**Work order**.
When you reach the line containing "private Warnings(Recipe recipe)" in the entries below, start writing out each line exactly, and stop after the line containing "of lots. */".
------
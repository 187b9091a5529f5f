package org.hazewright.bench;

import java.time.LocalDate;
import java.util.ArrayList;
import java.util.Arrays;
import java.util.LinkedHashMap;
import java.util.LinkedHashSet;
import java.util.List;
import java.util.Locale;
import java.util.Map;
import java.util.Set;
import java.util.function.Predicate;
import java.util.stream.Collectors;
import org.hazewright.mixture.Recipe;
import org.hazewright.mixture.Stock;
import org.hazewright.shelf.Conflict;
import org.hazewright.shelf.Form;
import org.hazewright.shelf.Ingredient;
import org.hazewright.shelf.Lot;

/**
 * What a person should know before starting: ingredients that should not meet, lots past their date or drifting, what settles, and what can
 * hurt, the gravest first.
 *
 * <p>A conflict is looked up from both sides. What it names is an ingredient's id, the ingredient that a lot is of, or a plain word
 * ("blood") that stands in the other's id or name.
 */
public final class Warnings {
    private final Recipe recipe;
    private final List<Ingredient> present;
    private final List<Warning> warnings = new ArrayList<>();

    private Warnings(Recipe recipe) {
        this.recipe = recipe;
        Set<Ingredient> all = new LinkedHashSet<>();
        recipe.items().forEach(i -> all.add(i.ingredient()));
        recipe.stocks().stream().map(Stock::diluent).forEach(all::add);
        all.add(recipe.base());
        present = List.copyOf(all);
    }

    /** {@code day} is the day of making, for the dates of lots. */
    public static List<Warning> of(Recipe recipe, LocalDate day) {
        Warnings w = new Warnings(recipe);
        w.conflicts();
        w.lots(day);
        w.temperature();
        w.settling();
        w.hazards();
        return w.warnings.stream()
                .sorted(java.util.Comparator.comparing(Warning::kind))
                .toList();
    }

    private void conflicts() {
        Map<Set<Ingredient>, Set<String>> why = new LinkedHashMap<>();
        Set<Set<Ingredient>> forbidden = new LinkedHashSet<>();
        for (Ingredient one : present)
            for (Conflict c : one.conflicts())
                for (Ingredient other : present) {
                    if (one.equals(other) || ownPart(one, other) || !names(c.with(), other)) continue;
                    Set<Ingredient> pair = Set.of(one, other);
                    why.computeIfAbsent(pair, p -> new LinkedHashSet<>()).add(c.why());
                    if (c.refuse()) forbidden.add(pair);
                }
        why.forEach((pair, reasons) -> {
            List<Ingredient> two = present.stream().filter(pair::contains).toList();
            boolean never = forbidden.contains(pair);
            warnings.add(new Warning(
                    never ? Warning.Kind.FORBIDDEN : Warning.Kind.CONFLICT,
                    ids(two),
                    two.get(0).name() + " and " + two.get(1).name()
                            + (never ? " must not be put together: " : " do not go well together: ")
                            + String.join("; ", reasons) + "."));
        });
    }

    private boolean ownPart(Ingredient one, Ingredient other) {
        Ingredient base = recipe.base();
        return one.equals(base) && isPartOf(base, other) || other.equals(base) && isPartOf(base, one);
    }

    private static boolean isPartOf(Ingredient base, Ingredient i) {
        return base.blend().stream().anyMatch(p -> p.ingredient().equals(i.id()));
    }

    static boolean names(String with, Ingredient other) {
        if (with.equals(other.id()) || with.equals(other.kind())) return true;
        return hasWord(other.id(), with) || hasWord(other.name(), with);
    }

    private static boolean hasWord(String text, String word) {
        return Arrays.asList(text.toLowerCase(Locale.ROOT).split("[^\\p{L}\\p{N}]+"))
                .contains(word.toLowerCase(Locale.ROOT));
    }

    private void lots(LocalDate day) {
        for (Ingredient i : present) {
            if (i.lot().isEmpty()) continue;
            Lot lot = i.lot().get();
            LotDoubt.expired(i, lot, day)
                    .ifPresent(s -> warnings.add(new Warning(Warning.Kind.EXPIRED, List.of(i.id()), s)));
            LotDoubt.drifting(i, lot)
                    .ifPresent(s -> warnings.add(new Warning(Warning.Kind.DRIFTING, List.of(i.id()), s)));
        }
    }

    private void temperature() {
        if (WeighingOrder.castAndCured(recipe.base())) return;
        MakingFacts facts = new MakingFacts(recipe);
        if (facts.meltC().isEmpty() || facts.stayAboveC().isEmpty()) return;
        double least = facts.stayAboveC().getAsDouble();
        for (Ingredient i : facts.added())
            i.making().addBelowC().ifPresent(limit -> {
                if (limit < least)
                    warnings.add(
                            new Warning(
                                    Warning.Kind.TEMPERATURE,
                                    List.of(i.id(), recipe.base().id()),
                                    i.name() + " should go in below " + Grams.plain(limit) + " °C, but "
                                            + recipe.base().name()
                                            + " thickens below " + Grams.plain(least)
                                            + " °C. Add it as cool as the gel allows, quickly, and check the phantom for streaks."));
            });
    }

    private void settling() {
        List<Ingredient> settling = present.stream().filter(Ingredient::settles).toList();
        for (Ingredient i : settling)
            warnings.add(new Warning(
                    Warning.Kind.SETTLING,
                    List.of(i.id()),
                    i.name() + " settles: "
                            + switch (recipe.base().family()) {
                                case LIQUID -> "stir without pause, and again before every measurement.";
                                case GEL -> "stir until the gel is about to set, then cool it quickly.";
                                case SILICONE, RESIN -> "stir until pouring and turn the mould while it thickens.";
                            }));
    }

    private void hazards() {
        hazard("Dust", i -> i.form() == Form.POWDER, Cautions.POWDER);
        hazard("Azide", i -> hasWord(i.id(), "azide") || hasWord(i.name(), "azide"), Cautions.AZIDE);
        hazard("Blood", Warnings::ofBlood, Cautions.BLOOD);
        hazard("Isocyanate", Warnings::holdsIsocyanate, Cautions.ISOCYANATE);
        if (WeighingOrder.castAndCured(recipe.base()))
            hazard("Uncured parts", i -> i.equals(recipe.base()) || isPartOf(recipe.base(), i), Cautions.HARDENER);
        if (new MakingFacts(recipe).meltC().isPresent()) hazard("Heating", recipe.base()::equals, Cautions.HOT);
    }

    static boolean ofBlood(Ingredient i) {
        return List.of("blood", "haemoglobin", "hemoglobin", "erythrocytes").stream()
                .anyMatch(w -> hasWord(i.id(), w) || hasWord(i.name(), w));
    }

    static boolean holdsIsocyanate(Ingredient i) {
        return i.id().toLowerCase(Locale.ROOT).contains("isocyanate")
                || i.name().toLowerCase(Locale.ROOT).contains("isocyanate")
                || i.cautions().stream()
                        .anyMatch(c -> c.toLowerCase(Locale.ROOT).contains("isocyanate"));
    }

    private void hazard(String what, Predicate<Ingredient> whom, String text) {
        List<Ingredient> found = present.stream().filter(whom).toList();
        // The base's name stands for its parts where both are meant.
        List<Ingredient> named = found.contains(recipe.base())
                ? found.stream().filter(i -> !isPartOf(recipe.base(), i)).toList()
                : found;
        if (!named.isEmpty())
            warnings.add(new Warning(
                    Warning.Kind.HAZARD,
                    ids(named),
                    what + " (" + named.stream().map(Ingredient::name).collect(Collectors.joining("; ")) + "): "
                            + text));
    }

    private static List<String> ids(List<Ingredient> ingredients) {
        return ingredients.stream().map(Ingredient::id).toList();
    }
}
------
**Written response**.
    private Warnings(Recipe recipe) {
        this.recipe = recipe;
        Set<Ingredient> all = new LinkedHashSet<>();
        recipe.items().forEach(i -> all.add(i.ingredient()));
        recipe.stocks().stream().map(Stock::diluent).forEach(all::add);
        all.add(recipe.base());
        present = List.copyOf(all);
    }

    /** {@code day} is the day of making, for the dates of lots. */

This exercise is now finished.